Halistatins 1, 2 & 3
Jack Geltosky, PhD
Senior Vice President of Business Development, Life Sciences
Arizona Technology Enterprises, LLC (AzTE)
George Pettit, PhD
Department of Chemistry and Biochemistry
Arizona State University
Halistatins 1, 2 and 3
AzTE Cases # 626, 627, 701
Intellectual Property Status:
U.S. Patent 5,426,194
U.S. Patent 5,352,804
U.S. Patent 5,519,050
Halistatins are highly potent polyether macrolides with anti-mitotic actions that were originally isolated from certain marine sponges. Similar polyether macrolides, such as, Bryostatin 1 (Ph2), Halichondrin B (PC) and its analog, E7389 (Ph 2), are being tested both preclinically and clinically as anti-cancer agents.

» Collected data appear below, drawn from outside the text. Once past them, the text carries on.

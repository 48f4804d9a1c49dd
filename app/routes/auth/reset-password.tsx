import { data, Form, Link, redirect, useNavigation } from "react-router";
import type { Route } from "./+types/reset-password";
import { serializeFlash } from "#server/auth/flash.server";
import { findPasswordProblem, PASSWORD_MIN_LENGTH } from "#server/auth/password-rules";
import { fieldErrorsOf, formValues, invalidForm, readForm } from "#server/http/form.server";
import { ResetPasswordSchema } from "#server/http/schemas";
import { completePasswordReset, findUserForResetToken } from "#server/services/users.server";
import { Button } from "#app/components/ui/button";
import { TextField } from "#app/components/ui/field";
import { clientAddressOf } from "#server/http/request-context.server";

export const meta: Route.MetaFunction = () => [{ title: "Choose a new password · Sallyport" }];

const EXPIRED = "This reset link has expired or was used already. Ask for a new one.";

export async function loader({ params }: Route.LoaderArgs) {
  const user = await findUserForResetToken(params.token);
  if (!user) throw data({ message: EXPIRED }, { status: 404 });
  return { email: user.email };
}

export async function action({ request, params, context }: Route.ActionArgs) {
  const values = formValues(await readForm(request));
  const user = await findUserForResetToken(params.token);
  if (!user) return invalidForm({ form: EXPIRED }, values, 404);
  const parsed = ResetPasswordSchema.safeParse(values);
  if (!parsed.success) return invalidForm(fieldErrorsOf(parsed.error), values);
  const problem = findPasswordProblem(parsed.data.password, { email: user.email, name: user.name });
  if (problem) return invalidForm({ password: problem }, values);
  const updated = await completePasswordReset(params.token, parsed.data.password, clientAddressOf(context));
  if (!updated) return invalidForm({ form: EXPIRED }, values, 404);
  throw redirect("/login", { headers: { "Set-Cookie": await serializeFlash({ kind: "success", message: "Password changed. Every other session was signed out; sign in with the new password." }) } });
}

export default function ResetPassword({ loaderData, actionData }: Route.ComponentProps) {
  const navigation = useNavigation();
  const errors: Record<string, string> = actionData?.errors ?? {};
  return (
    <>
      <h1 className="text-display">Choose a new password</h1>
      <p className="mt-2 text-sm text-ink-muted">For {loaderData.email}. Every session of this account will be signed out.</p>
      <Form method="post" className="mt-8 space-y-5" noValidate>
        {errors.form ? (
          <p role="alert" className="text-sm text-danger">
            {errors.form} <Link to="/forgot-password" className="underline">Request a new link</Link>
          </p>
        ) : null}
        <input type="text" name="username" autoComplete="username" value={loaderData.email} readOnly hidden />
        <TextField label="New password" name="password" type="password" autoComplete="new-password" required minLength={PASSWORD_MIN_LENGTH} error={errors.password} hint={`At least ${PASSWORD_MIN_LENGTH} characters; spaces and any characters welcome.`} />
        <Button type="submit" className="w-full" disabled={navigation.state === "submitting"}>
          Set new password
        </Button>
      </Form>
    </>
  );
}
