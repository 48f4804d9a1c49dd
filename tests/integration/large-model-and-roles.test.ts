// Issue 14: the export of a large model (2.75 MB) could not be re-imported (413); the app's own
// database role owned the audit table and could switch its trigger off (docs/decisions/013).
import { afterAll, describe, expect, test } from "vitest";
import { Sequelize } from "sequelize";
import { getDatabase } from "#server/db/database.server";
import { benchSize, generateModel } from "#server/engine/testing/generate-model";
import { MAX_MODEL_DOCUMENT_BYTES } from "#server/validation/limits";
import { postMultipart, signUpNewOrganisation } from "../support/client";
import { UUID } from "../support/html";

const sequelize = getDatabase();
afterAll(() => sequelize.close());

describe("Every export re-imports", () => {
  test("A generated 4,000-rule model (an export over 2.75 MB) imports, exports and re-imports without a 413", { timeout: 120_000 }, async () => {
    const { client, slug } = await signUpNewOrganisation("large-model");
    const { model } = generateModel(14, benchSize(4000));
    const created = await postMultipart(client, `/o/${slug}/devices/import`, { intent: "import", target: "site:new", siteName: "Large site", file: new Blob([JSON.stringify(model)], { type: "application/json" }) });
    expect(created.status, created.text.slice(0, 300)).toBe(302);
    const deviceId = new RegExp(`/devices/(${UUID})`).exec(created.location ?? "")?.[1];
    expect(deviceId).toBeDefined();

    const exported = await client.get(`/o/${slug}/devices/${deviceId}/revisions/1/export`);
    expect(exported.status).toBe(200);
    const bytes = Buffer.byteLength(exported.text);
    expect(bytes).toBeGreaterThan(2.75 * 1000 * 1000);
    expect(bytes).toBeLessThanOrEqual(MAX_MODEL_DOCUMENT_BYTES);

    // The export as a new revision of the same device: accepted, and it changes nothing.
    const again = await postMultipart(client, `/o/${slug}/devices/import`, { intent: "import", target: `device:${deviceId}`, baseRevision: "1", file: new Blob([exported.text], { type: "application/json" }) });
    expect(again.status, again.text.slice(0, 300)).toBe(302);
    expect(again.location).toBe(`/o/${slug}/devices/${deviceId}/history`);
    expect((await client.get(`/o/${slug}/devices/${deviceId}/revisions/2/export`)).status).toBe(404);
  });
});

describe("The runtime database role may insert into and read the audit log, and nothing more", () => {
  const runtime = new Sequelize(process.env.DATABASE_URL!, { dialect: "postgres", logging: false });
  afterAll(() => runtime.close());

  test("It inserts and reads entries", async () => {
    const [rows] = await runtime.query("INSERT INTO audit_events (action, target_type) VALUES ('test.role-probe', 'user') RETURNING id");
    expect(rows).toHaveLength(1);
    const [read] = await runtime.query("SELECT count(*) AS n FROM audit_events WHERE action = 'test.role-probe'");
    expect(Number((read as Array<{ n: string }>)[0].n)).toBeGreaterThan(0);
  });

  test("It can neither change, delete nor truncate entries, nor switch the trigger off, nor alter or drop the table", async () => {
    for (const statement of [
      "UPDATE audit_events SET action = 'tampered'",
      "DELETE FROM audit_events",
      "TRUNCATE audit_events",
      "ALTER TABLE audit_events DISABLE TRIGGER ALL",
      "ALTER TABLE audit_events DISABLE TRIGGER audit_events_no_update",
      "DROP TRIGGER audit_events_no_update ON audit_events",
      "ALTER TABLE audit_events ADD COLUMN note text",
      "DROP TABLE audit_events",
      "CREATE TABLE audit_shadow (id int)",
    ]) {
      await expect(runtime.query(statement), statement).rejects.toThrow(/permission denied|must be owner/);
    }
  });

  test("It still reads and writes the application's data", async () => {
    const [tables] = await runtime.query("SELECT tablename FROM pg_tables WHERE schemaname = 'public' AND tableowner = current_user");
    expect(tables).toEqual([]);
    await expect(runtime.query("SELECT count(*) FROM users")).resolves.toBeDefined();
  });
});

Halistatin 1 has highly potent cytotoxic activity in vitro against P388 cells (ED50 of 4x10-4 μg/mL) and against 60 human cancer cell lines from the NCI’s anti-tumor screening panel (average overall panel GI50 of 7x10-10 M).
Halistatin 2 has highly potent cytotoxic activity in vitro against P388 cells (ED50 of 4x10-4 μg/mL) and against 60 human cancer cell lines from the NCI’s anti-tumor screening panel (average overall panel GI50 of 7x10-10 M).

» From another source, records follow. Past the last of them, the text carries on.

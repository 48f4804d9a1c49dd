// Issue 14, point 9: `npm run backup` and `npm run restore` (docs/decisions/020), run as an operator
// would, against a database of this test's own (the test database's name with "_backup"), never
// the demo's: back up, change the data, restore, and find the earlier state.
import { execFile } from "node:child_process";
import { randomUUID } from "node:crypto";
import { existsSync, mkdtempSync, readdirSync, readFileSync } from "node:fs";
import { tmpdir } from "node:os";
import path from "node:path";
import { promisify } from "node:util";
import { describe, expect, test } from "vitest";
import { QueryTypes, Sequelize } from "sequelize";
import { verifyAuditChains } from "#server/services/audit-chain.server";

const execFileAsync = promisify(execFile);
const testDatabase = new URL(process.env.DATABASE_URL!).pathname.slice(1);
const database = `${testDatabase.replace(/_test$/, "")}_backup_test`;

/** The scripts as `npm run …` runs them, for this test's database and the local cluster (not the suite's DATABASE_URL). */
async function script(name: string, args: string[], options: { input?: string } = {}): Promise<{ code: number; stdout: string; stderr: string }> {
  const env: NodeJS.ProcessEnv = { ...process.env, SALLYPORT_DB_NAME: database };
  delete env.DATABASE_URL;
  delete env.MIGRATION_DATABASE_URL;
  const child = execFileAsync("bash", [`server/setup/${name}`, ...args], { env, maxBuffer: 8 * 1024 * 1024 });
  if (options.input !== undefined) child.child.stdin?.end(options.input);
  else child.child.stdin?.end();
  return child.then(({ stdout, stderr }) => ({ code: 0, stdout, stderr }), (error: { code: number; stdout: string; stderr: string }) => ({ code: error.code, stdout: error.stdout, stderr: error.stderr }));
}

/** Creates (or empties) this test's database, migrates it, and answers its runtime URL. */
async function freshDatabase(): Promise<string> {
  const env: NodeJS.ProcessEnv = { ...process.env };
  delete env.DATABASE_URL;
  delete env.MIGRATION_DATABASE_URL;
  const { stdout } = await execFileAsync("bash", ["-c", `source server/setup/lib.sh >/dev/null && ensure_postgres_cluster >/dev/null && ensure_database "$1" >/dev/null \
    && npx tsx server/db/cli.ts reset migrate >/dev/null && echo "$DATABASE_URL"`, "fresh", database], { env });
  return stdout.trim().split("\n").at(-1)!;
}

const one = async <T extends object>(connection: Sequelize, sql: string, replacements: Record<string, unknown> = {}) =>
  (await connection.query<T>(sql, { type: QueryTypes.SELECT, replacements }))[0];

describe("Backup and restore", () => {
  test("A backup taken before a change brings the earlier state back: data, audit log and all, with everyone signed out", { timeout: 240_000 }, async () => {
    const url = await freshDatabase();
    const directory = mkdtempSync(path.join(tmpdir(), "sallyport-backups-"));
    const organisationId = randomUUID();
    const userId = randomUUID();
    let connection = new Sequelize(url, { dialect: "postgres", logging: false });
    try {
      await connection.query(
        `INSERT INTO organisations (id, slug, name) VALUES (:organisationId, 'tidewater-ops', 'Tidewater Operations');
         INSERT INTO users (id, email, name, password_hash) VALUES (:userId, 'rhea.calloway@tidewater.example', 'Rhea Calloway', 'not-a-real-hash');
         INSERT INTO sites (id, organisation_id, name) VALUES (:siteId, :organisationId, 'Dry dock');
         INSERT INTO audit_events (organisation_id, actor_user_id, action, target_type, changes) VALUES (:organisationId, :userId, 'site.created', 'site', '{"name": "Dry dock"}');`,
        { replacements: { organisationId, userId, siteId: randomUUID() } },
      );
    } finally {
      await connection.close();
    }

    const backup = await script("backup.sh", [directory]);
    expect(backup.code, backup.stderr).toBe(0);
    const file = /wrote (\S+\.dump)/.exec(backup.stdout)?.[1];
    expect(file).toBeDefined();
    // Timestamped, in pg_dump's custom format (its files begin with "PGDMP").
    expect(path.basename(file!)).toMatch(new RegExp(`^sallyport-${database}-\\d{8}T\\d{6}Z\\.dump$`));
    expect(existsSync(file!)).toBe(true);
    expect(readFileSync(file!).subarray(0, 5).toString()).toBe("PGDMP");

    // Changes after the backup: a rename, a new site, a deletion, more audit entries and a session.
    connection = new Sequelize(url, { dialect: "postgres", logging: false });
    try {
      await connection.query(
        `UPDATE organisations SET name = 'Renamed after the backup' WHERE id = :organisationId;
         INSERT INTO sites (id, organisation_id, name) VALUES (:siteId, :organisationId, 'Slipway');
         DELETE FROM sites WHERE name = 'Dry dock';
         INSERT INTO audit_events (organisation_id, actor_user_id, action, target_type, changes) VALUES (:organisationId, :userId, 'site.deleted', 'site', '{"name": "Dry dock"}');
         INSERT INTO sessions (id, token_hash, user_id, expires_at, last_seen_at) VALUES (:sessionId, :tokenHash, :userId, now() + interval '1 hour', now());`,
        { replacements: { organisationId, userId, siteId: randomUUID(), sessionId: randomUUID(), tokenHash: "a".repeat(64) } },
      );

      // While anything is connected (a running server holds connections), the restore refuses and changes nothing.
      const refused = await script("restore.sh", [file!, "--yes", "--backup-dir", directory]);
      expect(refused.code).not.toBe(0);
      expect(refused.stderr).toMatch(/other connection\(s\) to database .* are open/);
      expect((await one<{ name: string }>(connection, "SELECT name FROM organisations WHERE id = :organisationId", { organisationId }))?.name).toBe("Renamed after the backup");
    } finally {
      await connection.close();
    }

    // Without --yes and without a terminal to ask in, nothing happens either.
    const unconfirmed = await script("restore.sh", [file!, "--backup-dir", directory], { input: `${database}\n` });
    expect(unconfirmed.code).not.toBe(0);
    expect(unconfirmed.stderr).toContain("nothing restored: confirmation needs a terminal");
    // A file that is not a backup is refused before anything is touched.
    const notABackup = await script("restore.sh", [path.join(process.cwd(), "package.json"), "--yes", "--backup-dir", directory]);
    expect(notABackup.code).not.toBe(0);
    expect(notABackup.stderr).toContain("is not a backup made by `npm run backup`");

    const restored = await script("restore.sh", [file!, "--yes", "--backup-dir", directory]);
    expect(restored.code, `${restored.stdout}\n${restored.stderr}`).toBe(0);
    expect(restored.stdout).toContain(`restored ${file}`);
    expect(restored.stdout).toContain("Audit log intact");
    // The data from just before the restore was kept, in case the wrong file was named.
    expect(readdirSync(directory).filter((name) => name.endsWith("-before-restore.dump"))).toHaveLength(1);

    connection = new Sequelize(url, { dialect: "postgres", logging: false });
    try {
      expect((await one<{ name: string }>(connection, "SELECT name FROM organisations WHERE id = :organisationId", { organisationId }))?.name).toBe("Tidewater Operations");
      expect((await connection.query<{ name: string }>("SELECT name FROM sites WHERE organisation_id = :organisationId ORDER BY name", { type: QueryTypes.SELECT, replacements: { organisationId } })).map((site) => site.name)).toEqual(["Dry dock"]);
      expect((await connection.query<{ action: string }>("SELECT action FROM audit_events WHERE organisation_id = :organisationId ORDER BY chain_seq", { type: QueryTypes.SELECT, replacements: { organisationId } })).map((entry) => entry.action)).toEqual(["site.created"]);
      expect((await one<{ n: string }>(connection, "SELECT count(*) AS n FROM sessions"))?.n).toBe("0");
      // The restored log verifies, and the runtime role may still only append to it.
      expect((await verifyAuditChains(connection)).breaks).toEqual([]);
      await connection.query("INSERT INTO audit_events (organisation_id, action, target_type) VALUES (:organisationId, 'site.updated', 'site')", { replacements: { organisationId } });
      await expect(connection.query("DELETE FROM audit_events")).rejects.toThrow(/permission denied/);
      const chain = await verifyAuditChains(connection, { chain: organisationId });
      expect(chain.breaks).toEqual([]);
      expect(chain.chains[0].seq).toBe(2);
    } finally {
      await connection.close();
    }
  });
});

Halistatin 3 strongly inhibits growth (ED50 of 3.5x10-5 μg/mL) of P388 leukemia cells and a ‘mini’ panel of human cancer cell lines (GI50, μg/mL): brain (SF-295, 3.5x10-5), lung (NCI-460, 2.5x10-5), colon (KM 2062, 5.1x10-6), ovary (OVCAR-3, 1.3x10-5), renal (A498, 5.6x10-5) and melanoma (SK-MEL-5, 2.5x10-5).

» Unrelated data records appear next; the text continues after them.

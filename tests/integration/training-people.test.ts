import { afterAll, describe, expect, test } from "vitest";
import { AuditEvent, Membership } from "#models/index";
import { getDatabase } from "#server/db/database.server";
import { makeTeam } from "../support/proposal-team";

// Who trains (docs/decisions/016): a flag on the membership, set by an admin or owner.

const sequelize = getDatabase();
afterAll(() => sequelize.close());

describe("The trainer capability", () => {
  test("An admin makes an engineer a trainer on the Members page, audited; the flag comes off the same way", async () => {
    const team = await makeTeam("trainer-flag");
    const admin = await team.members.admin.client();
    const membership = await Membership.findOne({ where: { organisationId: team.organisationId, userId: team.members.engineer.userId } });
    expect(membership?.trainer).toBe(false);
    const given = await admin.post(`/o/${team.slug}/settings/members`, { intent: "set-trainer", membershipId: membership!.id, trainer: "on" });
    expect(given.status).toBe(302);
    await membership!.reload();
    expect(membership!.trainer).toBe(true);
    const page = await admin.get(`/o/${team.slug}/settings/members`);
    expect(page.text).toContain(`Stop ${team.members.engineer.name} training`);
    const events = await AuditEvent.findAll({ where: { organisationId: team.organisationId, action: "member.trainer-changed" } });
    expect(events).toHaveLength(1);
    expect(events[0].targetId).toBe(membership!.id);

    expect((await admin.post(`/o/${team.slug}/settings/members`, { intent: "set-trainer", membershipId: membership!.id, trainer: "off" })).status).toBe(302);
    await membership!.reload();
    expect(membership!.trainer).toBe(false);
  });

  test("A reviewer cannot give the capability (403), and a bad value or id is a 4xx that changes nothing", async () => {
    const team = await makeTeam("trainer-flag-refused");
    const membership = await Membership.findOne({ where: { organisationId: team.organisationId, userId: team.members.trainee.userId } });
    const reviewer = await team.members.reviewer.client();
    expect((await reviewer.post(`/o/${team.slug}/settings/members`, { intent: "set-trainer", membershipId: membership!.id, trainer: "on" })).status).toBe(403);
    const admin = await team.members.admin.client();
    expect((await admin.post(`/o/${team.slug}/settings/members`, { intent: "set-trainer", membershipId: membership!.id, trainer: "maybe" })).status).toBe(400);
    expect((await admin.post(`/o/${team.slug}/settings/members`, { intent: "set-trainer", membershipId: "not-a-uuid", trainer: "on" })).status).toBe(400);
    expect((await admin.post(`/o/${team.slug}/settings/members`, { intent: "set-trainer", membershipId: "00000000-0000-4000-8000-000000000000", trainer: "on" })).status).toBe(404);
    await membership!.reload();
    expect(membership!.trainer).toBe(false);
  });
});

These novel compounds have applications as:
- Anti-cancer therapeutic agents
Benefits and Advantages
- Diversity – The new compounds are structural analogs of confirmed very potent candidates for anti-cancer drugs.
- Efficacy – The new compounds also possess promising anti-mitotic activities.